## RECORDS FOR THIS EXERCISE:
● ● ● ● ●
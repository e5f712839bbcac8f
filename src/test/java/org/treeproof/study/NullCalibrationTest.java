package org.treeproof.study;

import static org.junit.jupiter.api.Assertions.assertEquals;
import static org.junit.jupiter.api.Assertions.assertNull;

import org.junit.jupiter.api.Test;

/**
 * The excess over the null and the structure test on a case small enough to work by hand.
 *
 * <p><b>Excess</b> (the ordering's measure): null ARI 0.2, 0.4, 0.6 (mean 0.4, sample SD 0.2) and silhouette 0.1,
 * 0.1, 0.4 (mean 0.2, SD sqrt(0.03)); observed mean ARI 0.8 whose replicates have SD sqrt(0.225), and silhouette
 * 0.5. With 10 replicates per null set the ARI's difference is divided by sqrt(0.2^2 + 0.225 / 10) = 0.25, so the
 * excess is 0.4 / 0.25 + 0.3 / sqrt(0.03) = 1.6 + sqrt(3); replicates that all agree (SD 0) give 2 + sqrt(3).
 *
 * <p><b>Test statistic</b> (the observed value and the null sets standardised alike, by the mean and SD of all
 * four): ARI 0.8, 0.2, 0.4, 0.6 have mean 0.5 and SD sqrt(0.2 / 3); silhouettes 0.5, 0.1, 0.1, 0.4 have mean 0.275
 * and SD sqrt(0.0425). The observed statistic is 0.3 / sqrt(0.2 / 3) + 0.225 / sqrt(0.0425) = 2.2533053; the null
 * sets' are -2.0107697, -1.2361730 and 0.1 / sqrt(0.2 / 3) + 0.125 / sqrt(0.0425) = 0.9936374. A second linkage
 * whose observed cut does not exist and whose null sets all agree has statistic 0 on each (the SD is raised to the
 * floor), so the null maxima are 0, 0 and 0.9936374, none reaching 2.2533: Monte Carlo p = 1/4 (Hope 1968). A normal
 * fitted to the maxima (mean 0.3312125, SD 0.5736768) puts 2.2533 at an upper tail of 0.00040335781 (scipy 1.17.1
 * {@code norm.sf}, computed by hand beside this test).
 */
class NullCalibrationTest {
    private static final double ARI_SD = Math.sqrt(0.2 / 3);
    private static final double SIL_SD = Math.sqrt(0.0425);

    @Test
    void aHandWorkedCaseGivesTheExcessTheStatisticAndBothPValues() {
        double[][] obsTest = {{0.8}, {Double.NaN}};
        double[][] obsAll = {{0.8}, {Double.NaN}};
        double[][] obsSd = {{Math.sqrt(0.225)}, {Double.NaN}};
        double[][] obsSil = {{0.5}, {Double.NaN}};
        double[][][] nullAri = {{{0.2, 0.4, 0.6}}, {{0.5, 0.5, 0.5}}};
        double[][][] nullSil = {{{0.1, 0.1, 0.4}}, {{0, 0, 0}}};
        double[][][] nullPac = {{{0.1, 0.2, 0.3}}, {{0, 0, 0}}};
        NullCalibration.Result r = NullCalibration.of(obsTest, obsAll, obsSd, obsSil, nullAri, nullSil, nullPac, 10);
        NullStability c = r.cells()[0][0];
        assertEquals(1.6 + Math.sqrt(3), c.excess(), 1e-12);
        NullCalibration.Result agreeing = NullCalibration.of(obsTest, obsAll, new double[][] {{0}, {Double.NaN}},
                obsSil, nullAri, nullSil, nullPac, 10);
        assertEquals(2 + Math.sqrt(3), agreeing.cells()[0][0].excess(), 1e-12);
        double statistic = 0.3 / ARI_SD + 0.225 / SIL_SD;
        assertEquals(2.2533053165257235, statistic, 1e-12);
        assertEquals(statistic, c.testExcess(), 1e-12);
        assertEquals(0.4, c.ariMean(), 1e-12);
        assertEquals(0.2, c.ariSD(), 1e-12);
        assertEquals(Math.sqrt(0.03), c.silhouetteSD(), 1e-12);
        assertEquals(0.2, c.pacMean(), 1e-12);
        assertEquals(0.25, c.pValueAdjusted(), 0);
        assertNull(r.cells()[1][0], "a cut that does not exist has no calibration");
        StructureTest t = r.test();
        assertEquals(statistic, t.statistic(), 1e-12);
        assertEquals(0.25, t.pValue(), 0);
        assertEquals(0.00040335781052188173, t.pValueFitted(), 1e-12);
        assertEquals(3, t.nullSets());
        assertEquals(0.1 / ARI_SD + 0.125 / SIL_SD, t.nullMaxima()[2], 1e-12);
        assertEquals(0, t.nullMaxima()[0], 1e-12);
    }

    @Test
    void theStatisticStandardisesTheObservedValueAndTheNullSetsAlike() {
        // the observed value is one of the pooled values, so it cannot lie further out than (m - 1) / sqrt(m) SDs
        // of m values (here m = 4: 1.5 per measure), however far beyond the null sets it is
        double[][][] nullAri = {{{0.1, 0.1, 0.1 + 1e-3}}};
        double[][][] nullSil = {{{0.0, 0.0, 1e-3}}};
        NullCalibration.Result r = NullCalibration.of(new double[][] {{1.0}}, new double[][] {{1.0}}, new double[][] {{0}},
                new double[][] {{0.9}}, nullAri, nullSil, new double[][][] {{{0, 0, 0}}}, 10);
        assertEquals(3.0, r.test().statistic(), 1e-2);
    }

    @Test
    void aNullSetWithoutTheCutCountsAsNoStructure() {
        // the second null set has no cut at this k: in the excess it counts as ARI 0 and silhouette 0; in the test
        // statistic it has no value at this cut, so (with no other cut) it reaches nothing
        double[][][] nullAri = {{{0.5, Double.NaN, 0.7}}};
        double[][][] nullSil = {{{0.2, Double.NaN, 0.4}}};
        NullCalibration.Result r = NullCalibration.of(new double[][] {{0.9}}, new double[][] {{0.9}}, new double[][] {{0.1}},
                new double[][] {{0.5}}, nullAri, nullSil, new double[][][] {{{0, 0, 0}}}, 5);
        assertEquals(0.4, r.cells()[0][0].ariMean(), 1e-12);
        assertEquals(0.2, r.cells()[0][0].silhouetteMean(), 1e-12);
        // pooled ARI 0.9, 0.5, 0.7 (mean 0.7, SD 0.2) and silhouette 0.5, 0.2, 0.4 (mean 11/30, SD sqrt(7/300))
        double silSd = Math.sqrt(7.0 / 300);
        assertEquals(1 + (0.5 - 11.0 / 30) / silSd, r.test().statistic(), 1e-12);
        assertEquals(Double.NEGATIVE_INFINITY, r.test().nullMaxima()[1], 0);
        assertEquals(1.0 / 4, r.test().pValue(), 0);
    }

    @Test
    void noNullSetWithTheCutLeavesTheExcessUndefined() {
        // no null set has a cut at this k (their trees shed small branches): the null's mean and SD are 0, and the
        // excess was the observed 0.2 + 0.1 over the SD floor of 0.001, 300 "SDs", which measured nothing
        double nan = Double.NaN;
        NullCalibration.Result r = NullCalibration.of(new double[][] {{0.2}}, new double[][] {{0.2}}, new double[][] {{0.1}},
                new double[][] {{0.1}}, new double[][][] {{{nan, nan, nan}}}, new double[][][] {{{nan, nan, nan}}},
                new double[][][] {{{nan, nan, nan}}}, 5);
        assertEquals(Double.NaN, r.cells()[0][0].excess(), 0);
        // the test is unchanged: the observed statistic is 0 (standardised among itself alone), and no null set
        // reaches anything, so p = 1/(1 + 3)
        assertEquals(0, r.cells()[0][0].testExcess(), 0);
        assertEquals(0.25, r.cells()[0][0].pValueAdjusted(), 0);
    }

    @Test
    void aNarrowNullDoesNotLiftAScatteredSolutionAboveAWellReproducedOne() {
        // the wide expression-like case of RELIABILITY.md, as measured: complete linkage's k = 2 (mean ARI 0.655, its
        // replicates' SD 0.330; null 0.007 +- 0.0086) and Ward's k = 3 (0.858, SD 0.039; null 0.039 +- 0.0132), 10
        // replicates per null set. Divided by the null's SD alone the ARI terms were 75.3 and 62.0; with the observed
        // means' own spread, sqrt(0.0086^2 + 0.330^2 / 10) = 0.104709 and sqrt(0.0132^2 + 0.039^2 / 10) = 0.018065,
        // they are 6.189 and 45.34
        assertEquals(0.104709, NullCalibration.ariScale(0.0086, 0.330, 10), 1e-6);
        assertEquals(0.018065, NullCalibration.ariScale(0.0132, 0.039, 10), 1e-6);
        double complete = NullCalibration.excess(0.655, 0, 0.007, NullCalibration.ariScale(0.0086, 0.330, 10), 0, 1);
        double ward = NullCalibration.excess(0.858, 0, 0.039, NullCalibration.ariScale(0.0132, 0.039, 10), 0, 1);
        assertEquals(6.189, complete, 1e-3);
        assertEquals(45.34, ward, 1e-2);
        // and the floor still holds when both spreads vanish
        assertEquals(NullCalibration.SD_FLOOR, NullCalibration.ariScale(0, 0, 10), 0);
        assertEquals(NullCalibration.SD_FLOOR, NullCalibration.ariScale(0, Double.NaN, 10), 0);
    }

    @Test
    void theMonteCarloPValueCountsTiesAsReaching() {
        assertEquals(2.0 / 3, NullCalibration.monteCarlo(1.0, new double[] {1.0, 0.5}), 1e-15);
        assertEquals(1.0 / 3, NullCalibration.monteCarlo(1.5, new double[] {1.0, 0.5}), 1e-15);
        assertEquals(1.0, NullCalibration.monteCarlo(Double.NaN, new double[] {1.0, 0.5}), 0);
    }
}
● ● ● ● ●
Word for word, restate the listing above from its first line to the line with "import static org.junit.jupiter.api.Assertions.assertNull;", keeping both.

## WRITTEN RESPONSE:
repository e5f712839bbcac8f
filename src/test/java/org/treeproof/study/NullCalibrationTest.java
package org.treeproof.study;

import static org.junit.jupiter.api.Assertions.assertEquals;
import static org.junit.jupiter.api.Assertions.assertNull;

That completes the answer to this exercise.